Two months ago, I was randomly writing on my "Dream and Aspiration" journal about the things that I want to do before this year ends. I've written about "Road Trip with cousins at UP Diliman". Surprisingly, it really happened! I was so happy. Really happy.

I missed my cousins a lot. I'd lived like a "Prisoner" for the past months, since I was in the middle of writing my drafts, writing my reports, studying for weekly exams.... school works... and personal problems which I don't want to elaborate here anymore. Yes, I got depressed... well, I still am. During this period, I was looking for support and shoulders to lean on, but I felt like everyone was so far, out of reach and the only thing I could do at that time was to write, read and send messages to my cousins and to my fairy godparents (BBG, you know who you are guys...). Those helped me to somehow get a grip on reality that "I can do this". I was able to focus and voila! It's Semester break and I am now with my  favorite and important people in my life!

Enough with the drama!


So yes. I was with my Aunt and my cousins during this "Road Trip". We enjoyed walking around and taking countless pictures. We took advantage of the weather and scenery. It was so green and windy which I really like. I love nature. If not only for the shoes that I was wearing that day, I would have fully enjoyed the walk. My feet was aching so much and I forgot to bring my spare sandals.

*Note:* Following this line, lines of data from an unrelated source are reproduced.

import { seriesOf } from '$lib/components/charts/series';
import type { SchemeContent } from '$lib/schemas/scheme';

/** Slot in the series table of every species that the study's schemes name; the first scheme's choice counts. */
export function slotsOf(schemes: SchemeContent[]): Record<string, number> {
	const slots: Record<string, number> = {};
	for (const scheme of schemes)
		scheme.species.forEach((species, i) => {
			slots[species.id] ??= seriesOf(species, i);
		});
	return slots;
}
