/** From a press on an option to the answer that it stands for. */
import type { Answer, Answers, Finding, FindingOption } from '$lib/schemas/sheet';

export const LEVEL_WORDS = { stop: 'Stop', ask: 'Ask', note: 'Note' } as const;

/** "A14", "rows 9, 10" or "E17, E20 and 3 more". */
export function placeWords(finding: Finding, most = 4): string {
	const { cells, count } = finding;
	if (cells.length === 0) return finding.sheet || 'workbook';
	const shown = cells.slice(0, most).join(', ');
	const more = Math.max(count, cells.length) - Math.min(cells.length, most);
	return more > 0 ? `${shown} and ${more} more` : shown;
}

const isFull = (option: FindingOption): boolean =>
	(option.needsValue ?? []).every((field) => field.suggested !== undefined);

/**
 * The words on the button: where everything that the option needs was found on the sheet, the button says it, so that
 * one press takes exactly what it shows.
 */
export function optionWords(option: FindingOption): string {
	const fields = option.needsValue ?? [];
	if (fields.length !== 1 || fields[0].suggested === undefined) return option.label;
	const { suggested, unit } = fields[0];
	const value = `${suggested}${unit ? ` ${unit}` : ''}`;
	const label = option.label.replace(/\s*…\s*$/, '');
	return /\b(is|of)$/.test(label) ? `${label} ${value}` : `${label}: ${value}`;
}

/** The answer that a press gives at once; null while values are still to be entered. */
export function answerOf(option: FindingOption): Answer | null {
	const fields = option.needsValue ?? [];
	if (fields.length === 0) return { key: option.key };
	if (!isFull(option)) return null;
	return { key: option.key, values: Object.fromEntries(fields.map((f) => [f.key, f.suggested!])) };
}

const RANK = { stop: 0, ask: 1, note: 2 };

/** By level alone, and otherwise as they came: answering one must not make the others jump. */
export const workingOrder = (findings: Finding[]): Finding[] =>
	findings
		.map((f, i) => ({ f, i }))
		.sort((a, b) => RANK[a.f.level] - RANK[b.f.level] || a.i - b.i)
		.map(({ f }) => f);

export function countWords(findings: Finding[]): string {
	const open = (level: Finding['level']) => findings.filter((f) => f.level === level && f.open).length;
	const notes = findings.filter((f) => f.level === 'note').length;
	return `${open('stop')} stop · ${open('ask')} ask · ${notes} note`;
}

const sameAnswer = (a: Answer | undefined, b: Answer | undefined): boolean =>
	a === b || (a !== undefined && b !== undefined && JSON.stringify(a) === JSON.stringify(b));

/**
 * Findings with the answers as they are given now: a press is seen at once, also while the reader still works out what
 * follows from it. A problem with an older answer says nothing about the new one.
 */
export function withAnswers(findings: Finding[], answers: Answers): Finding[] {
	return findings.map((finding) => {
		const answer = Object.hasOwn(answers, finding.id) ? answers[finding.id] : undefined;
		if (sameAnswer(finding.answer, answer)) return finding;
		const { answer: _before, problem: _older, ...rest } = finding;
		return answer ? { ...rest, answer } : rest;
	});
}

Oh... It would be nice if I could stay here for a long time, but we needed to go somewhere... Next time, maybe on December we're going to come back here. The branches and the trees and of course the path walks; I love them so much. It made me feel like I was in a fairy tale. Right.


We literally took many pictures... like funny pictures (Funny for us). We were laughing all the time which was really nice because I was able to relieve some of my stress and forgot some of my worries and heartache. Hahaha! Yes!


I felt so helpless because of my feet so we took a rest for a while. There were many people jogging and walking around and I was an introvert trespassing the world of extroverts. Do you get it? From the moment I sat on the bench, it made me feel like I'm inside my "Hamster Ball". I am not really good in open spaces. I used to be Agoraphobic, that's why.


Yes. My Aunt became my photographer. She's really good in taking pictures and it's nice to know that I'm one of the people who influenced her with regards with photography.


I don't have much time to take some pictures and I terribly miss the "Nature Photo Session". I used to go somewhere every week, but due to my hectic schedule... I can't.




This is my cousin Jerix. He came late because he had a class before this. He's actually our Mascot, "The Comedian". Whenever he's around... everything would be colorful... and ALIVE!




I will go back here with them... again! Just so you know, I took the entrance examination here... and the rest is HISTORY.

Oh how I miss them so much... without them... I feel neutral and most of the time... talking with myself.

Have a great day everyone!

Sincerely,
Erica/Erix

Things that made me happy:
  1. Reading Books
  2. Playing and singing some songs... especially Guitar riffing of "Greensleeves". I'm a fan of King Henry VIII
  3. Crossing out things to do on my check list.
  4. Cleaning my room.
  5. That I'm still alive.
  6. That my parents are in good health.
  7. That my friends are fine.
  8. That I am inside my hamster ball. :)
  9. That it's not yet raining in Manila because I'm really worried about the Typhoon Ruby. I have lots of things to do next week... please.
  10. Listening to Karen O music. Ukulele... let's see. :) I'm excited. PLEASE!!!! Let me have it!!!!!